Developing anomaly detection and reconciliation tools across issuer, administrator, and blockchain datasets.
Creating evaluation frameworks to measure accuracy, confidence intervals, latency, and data quality.
Backtesting model outputs against historical NAVs, secondary-market trades, and redemptions.
Researching and incorporating credit-risk signals (CDS spreads, recovery rates, default data, etc.).
Building continuous learning loops using live market data and partner feedback.
Working closely with Product and Engineering to ship models via APIs, SDKs, and dashboards used by traders, curators, and risk teams.
Collaborating with data providers, protocol teams, and fund administrators to improve coverage and signal quality.
Partnering with the CTO on long-term model governance, transparency, and AI ethics.
What I’m looking for:
5+ years of experience in applied ML, quantitative finance, or credit-risk modeling.
Strong Python and SQL skills, plus experience with ML frameworks like PyTorch, TensorFlow, scikit-learn, or XGBoost.
Solid understanding of time-series forecasting, regression/classification, and probabilistic modeling.
Hands-on experience with financial data (fixed income, private credit, or structured products).
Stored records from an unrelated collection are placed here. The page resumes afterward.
/**
 * Levenberg–Marquardt nonlinear least squares with a forward-difference Jacobian and box
 * bounds (by projection), returning the Jacobian at the solution for covariance estimates.
 *
 * Levenberg, Q. Appl. Math. 2 (1944) 164-168; Marquardt, J. SIAM 11 (1963) 431-441. The
 * damping is scaled by diag(JᵀJ) (Marquardt's scaling, so parameters of very different size
 * are treated alike) and adapted with Nielsen's rule (H. B. Nielsen, "Damping parameter in
 * Marquardt's method", IMM DTU report 1999: accept → μ ← μ·max(1/3, 1 − (2ρ − 1)³),
 * reject → μ ← μ·ν, ν ← 2ν).
 */
import { choleskyFactor } from './cholesky.js';

/** Options of `levenbergMarquardt`. */
export interface LevenbergMarquardtOptions {
  lower?: ArrayLike<number>;
  upper?: ArrayLike<number>;
  /** Maximum iterations (Jacobian evaluations). Default 100. */
  maxIterations?: number;
  /** Stop when the relative decrease of the sum of squares in an accepted step is below this. Default 1e-10. */
  costTolerance?: number;
  /** Stop when every relative parameter change is below this. Default 1e-9. */
  stepTolerance?: number;
  /** Relative finite-difference step for the Jacobian. Default 1e-6. */
  differenceStep?: number;
  /** Absolute floor of the finite-difference step per parameter (same units as x). Default 1e-8 for each. */
  minDifferenceStep?: ArrayLike<number>;
}

/** Result of `levenbergMarquardt`. */
export interface LevenbergMarquardtResult {
  x: Float64Array;
  /** Residuals at x. */
  residuals: Float64Array;
  /** Sum of squared residuals at x. */
  sse: number;
  /** Jacobian d r_i / d x_j at x, row-major m × n. */
  jacobian: Float64Array;
  iterations: number;
  evaluations: number;
  converged: boolean;
  /** Why it stopped. */
  reason: 'cost' | 'step' | 'gradient' | 'max-iterations' | 'no-progress';
}

/**
 * Minimise sum r(x)² where `residuals(x, out)` writes m residuals into out. The callback must
 * not keep the arrays it is given. A non-finite residual vector counts as an infinite cost.
 */
export function levenbergMarquardt(
  residuals: (x: Float64Array, out: Float64Array) => void,
  x0: ArrayLike<number>,
  m: number,
  options: LevenbergMarquardtOptions = {},
): LevenbergMarquardtResult {
  const n = x0.length;
  if (n === 0) throw new RangeError('levenbergMarquardt: x0 is empty');
  if (!(m >= n)) throw new RangeError('levenbergMarquardt: fewer residuals than parameters');
  const lower = options.lower;
  const upper = options.upper;
  const maxIter = options.maxIterations ?? 100;
  const costTol = options.costTolerance ?? 1e-10;
  const stepTol = options.stepTolerance ?? 1e-9;
  const rel = options.differenceStep ?? 1e-6;

  const project = (x: Float64Array): void => {
    for (let i = 0; i < n; i++) {
      if (lower && x[i] < lower[i]) x[i] = lower[i];
      if (upper && x[i] > upper[i]) x[i] = upper[i];
    }
  };
  let evaluations = 0;
  const sumSq = (x: Float64Array, r: Float64Array): number => {
    evaluations++;
    residuals(x, r);
    const s = sumSquares(r, m);
    return Number.isFinite(s) ? s : Infinity;
  };

  const x = Float64Array.from(x0);
  project(x);
  const r = new Float64Array(m);
  const rTrial = new Float64Array(m);
  const rPert = new Float64Array(m);
  const J = new Float64Array(m * n);
  const JtJ = new Float64Array(n * n);
  const g = new Float64Array(n);
  const A = new Float64Array(n * n);
  const delta = new Float64Array(n);
  const xTrial = new Float64Array(n);
  const xPert = new Float64Array(n);
  const active = new Uint8Array(n);

  let sse = sumSq(x, r);
  if (!Number.isFinite(sse)) throw new RangeError('levenbergMarquardt: residuals not finite at x0');

  const jacobian = (): void => {
    for (let j = 0; j < n; j++) {
      xPert.set(x);
      const floor = options.minDifferenceStep?.[j] ?? 1e-8;
      let h = Math.max(rel * Math.abs(x[j]), floor);
      // Step inward when the forward step would leave the box.
      if (upper && x[j] + h > upper[j]) h = -h;
      xPert[j] = x[j] + h;
      project(xPert);
      const hActual = xPert[j] - x[j];
      if (hActual === 0) {
        // A parameter pinned by lower = upper (held on purpose): it has no direction to move in.
        for (let i = 0; i < m; i++) J[i * n + j] = 0;
        continue;
      }
      sumSq(xPert, rPert);
      fillColumn(J, rPert, r, m, n, j, hActual);
    }
  };

  let mu = -1;
  let nu = 2;
  let iterations = 0;
  let reason: LevenbergMarquardtResult['reason'] = 'max-iterations';
  let converged = false;
  outer: while (iterations < maxIter) {
    iterations++;
    jacobian();
    normalEquations(J, r, m, n, JtJ, g);
    let gMax = 0;
    let dMax = 0;
    for (let a = 0; a < n; a++) {
      // A parameter on a bound whose descent direction points out of the box is held there
      // this iteration (an active set): projecting a full step instead makes the search crawl.
      const atLower = lower !== undefined && x[a] <= lower[a] && g[a] > 0;
      const atUpper = upper !== undefined && x[a] >= upper[a] && g[a] < 0;
      active[a] = atLower || atUpper ? 1 : 0;
      if (!active[a]) gMax = Math.max(gMax, Math.abs(g[a]) / Math.sqrt(JtJ[a * n + a] + 1e-300));
      dMax = Math.max(dMax, JtJ[a * n + a]);
    }
    if (gMax <= 1e-12 * Math.sqrt(sse + 1e-300)) {
      reason = 'gradient';
      converged = true;
      break;
    }
    if (mu < 0) mu = 1e-3;
    // Inner loop: raise the damping until a step lowers the cost.
    for (let tries = 0; tries < 40; tries++) {
      for (let a = 0; a < n; a++) {
        for (let b = 0; b < n; b++) A[a * n + b] = active[a] || active[b] ? 0 : JtJ[a * n + b];
        const d = JtJ[a * n + a] > 0 ? JtJ[a * n + a] : dMax > 0 ? dMax * 1e-12 : 1;
        if (active[a]) {
          A[a * n + a] = 1;
          delta[a] = 0;
        } else {
          A[a * n + a] += mu * d;
          delta[a] = -g[a];
        }
      }
      if (!choleskySolve(A, delta, n)) {
        mu *= nu;
        nu *= 2;
        continue;
      }
      for (let a = 0; a < n; a++) xTrial[a] = x[a] + delta[a];
      project(xTrial);
      const sseTrial = sumSq(xTrial, rTrial);
      // Predicted decrease of the linear model for the (projected) step.
      let pred = 0;
      for (let a = 0; a < n; a++) {
        const da = xTrial[a] - x[a];
        pred -= 2 * g[a] * da;
        let s = 0;
        for (let b = 0; b < n; b++) s += JtJ[a * n + b] * (xTrial[b] - x[b]);
        pred -= da * s;
      }
      if (sseTrial < sse) {
        const rho = pred > 0 ? (sse - sseTrial) / pred : 1;
        mu *= Math.max(1 / 3, 1 - Math.pow(2 * Math.min(rho, 1) - 1, 3));
        nu = 2;
        let stepRel = 0;
        for (let a = 0; a < n; a++) {
          stepRel = Math.max(stepRel, Math.abs(xTrial[a] - x[a]) / (Math.abs(x[a]) + 1e-12));
        }
        const drop = (sse - sseTrial) / (sse + 1e-300);
        x.set(xTrial);
        r.set(rTrial);
        sse = sseTrial;
        if (drop < costTol) {
          reason = 'cost';
          converged = true;
          break outer;
        }
        if (stepRel < stepTol) {
          reason = 'step';
          converged = true;
          break outer;
        }
        continue outer;
      }
      mu *= nu;
      nu *= 2;
    }
    reason = 'no-progress';
    // No decrease even with heavy damping: we are at a minimum to working precision.
    converged = true;
    break;
  }
  // Jacobian at the final point for the covariance.
  jacobian();
  return { x, residuals: r, sse, jacobian: J, iterations, evaluations, converged, reason };
}

function sumSquares(r: Float64Array, m: number): number {
  let s = 0;
  for (let i = 0; i < m; i++) s += r[i] * r[i];
  return s;
}

/** Column j of the forward-difference Jacobian. */
function fillColumn(J: Float64Array, rPert: Float64Array, r: Float64Array, m: number, n: number, j: number, h: number): void {
  for (let i = 0; i < m; i++) J[i * n + j] = (rPert[i] - r[i]) / h;
}

/**
 * JᵀJ (n × n) and Jᵀr (n). A separate small function so the engine optimises this hot loop on
 * its own (inside the large solver body it ran about a hundred times slower).
 */
function normalEquations(J: Float64Array, r: Float64Array, m: number, n: number, JtJ: Float64Array, g: Float64Array): void {
  JtJ.fill(0);
  g.fill(0);
  for (let i = 0; i < m; i++) {
    const row = i * n;
    const ri = r[i];
    for (let a = 0; a < n; a++) {
      const Ja = J[row + a];
      g[a] += Ja * ri;
      for (let b = a; b < n; b++) JtJ[a * n + b] += Ja * J[row + b];
    }
  }
  for (let a = 0; a < n; a++) for (let b = 0; b < a; b++) JtJ[a * n + b] = JtJ[b * n + a];
}

/** Solve A x = b in place (b becomes x) for symmetric positive definite A (n × n, destroyed). */
function choleskySolve(A: Float64Array, b: Float64Array, n: number): boolean {
  if (choleskyFactor(A, n) >= 0) return false;
  for (let i = 0; i < n; i++) {
    let s = b[i];
    for (let k = 0; k < i; k++) s -= A[i * n + k] * b[k];
    b[i] = s / A[i * n + i];
  }
  for (let i = n - 1; i >= 0; i--) {
    let s = b[i];
    for (let k = i + 1; k < n; k++) s -= A[k * n + i] * b[k];
    b[i] = s / A[i * n + i];
  }
  return true;
}

/**
 * Covariance of the least-squares estimate, s²(JᵀJ)⁻¹ with s² = sse/(m − n) (the usual
 * linearised estimate, e.g. Seber & Wild, Nonlinear Regression, 1989, section 2.1).
 * Returns n × n row-major, or null when JᵀJ is singular. Parameters listed in `fixed`
 * (e.g. at an active bound) get zero rows and columns and are left out of the inversion.
 */
export function leastSquaresCovariance(
  jacobian: Float64Array,
  m: number,
  n: number,
  sse: number,
  fixed: readonly boolean[] = [],
): Float64Array | null {
  const free: number[] = [];
  for (let j = 0; j < n; j++) if (!fixed[j]) free.push(j);
  const k = free.length;
  const out = new Float64Array(n * n);
  if (k === 0) return out;
  const M = new Float64Array(k * k);
  for (let i = 0; i < m; i++) {
    for (let a = 0; a < k; a++) {
      const Ja = jacobian[i * n + free[a]];
      for (let b = 0; b < k; b++) M[a * k + b] += Ja * jacobian[i * n + free[b]];
    }
  }
  const s2 = m > n ? sse / (m - n) : 0;
  const col = new Float64Array(k);
  const L = new Float64Array(k * k);
  for (let c = 0; c < k; c++) {
    L.set(M);
    col.fill(0);
    col[c] = 1;
    if (!choleskySolve(L, col, k)) return null;
    for (let a = 0; a < k; a++) out[free[a] * n + free[c]] = s2 * col[a];
  }
  return out;
}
Familiarity with blockchain and DeFi data, including smart contracts, token metadata, and on-chain events.
Experience deploying ML models into production (APIs, orchestration, or streaming systems).
Bonus to have:
Background in credit analytics, NAV valuation, or structured credit
Experience in quant research, fintech data science, or tokenized asset analytics
Experience with NLP, vector databases, and LLMs / GenAI tools (OpenAI APIs, GPT-4, LangChain, HuggingFace, etc.)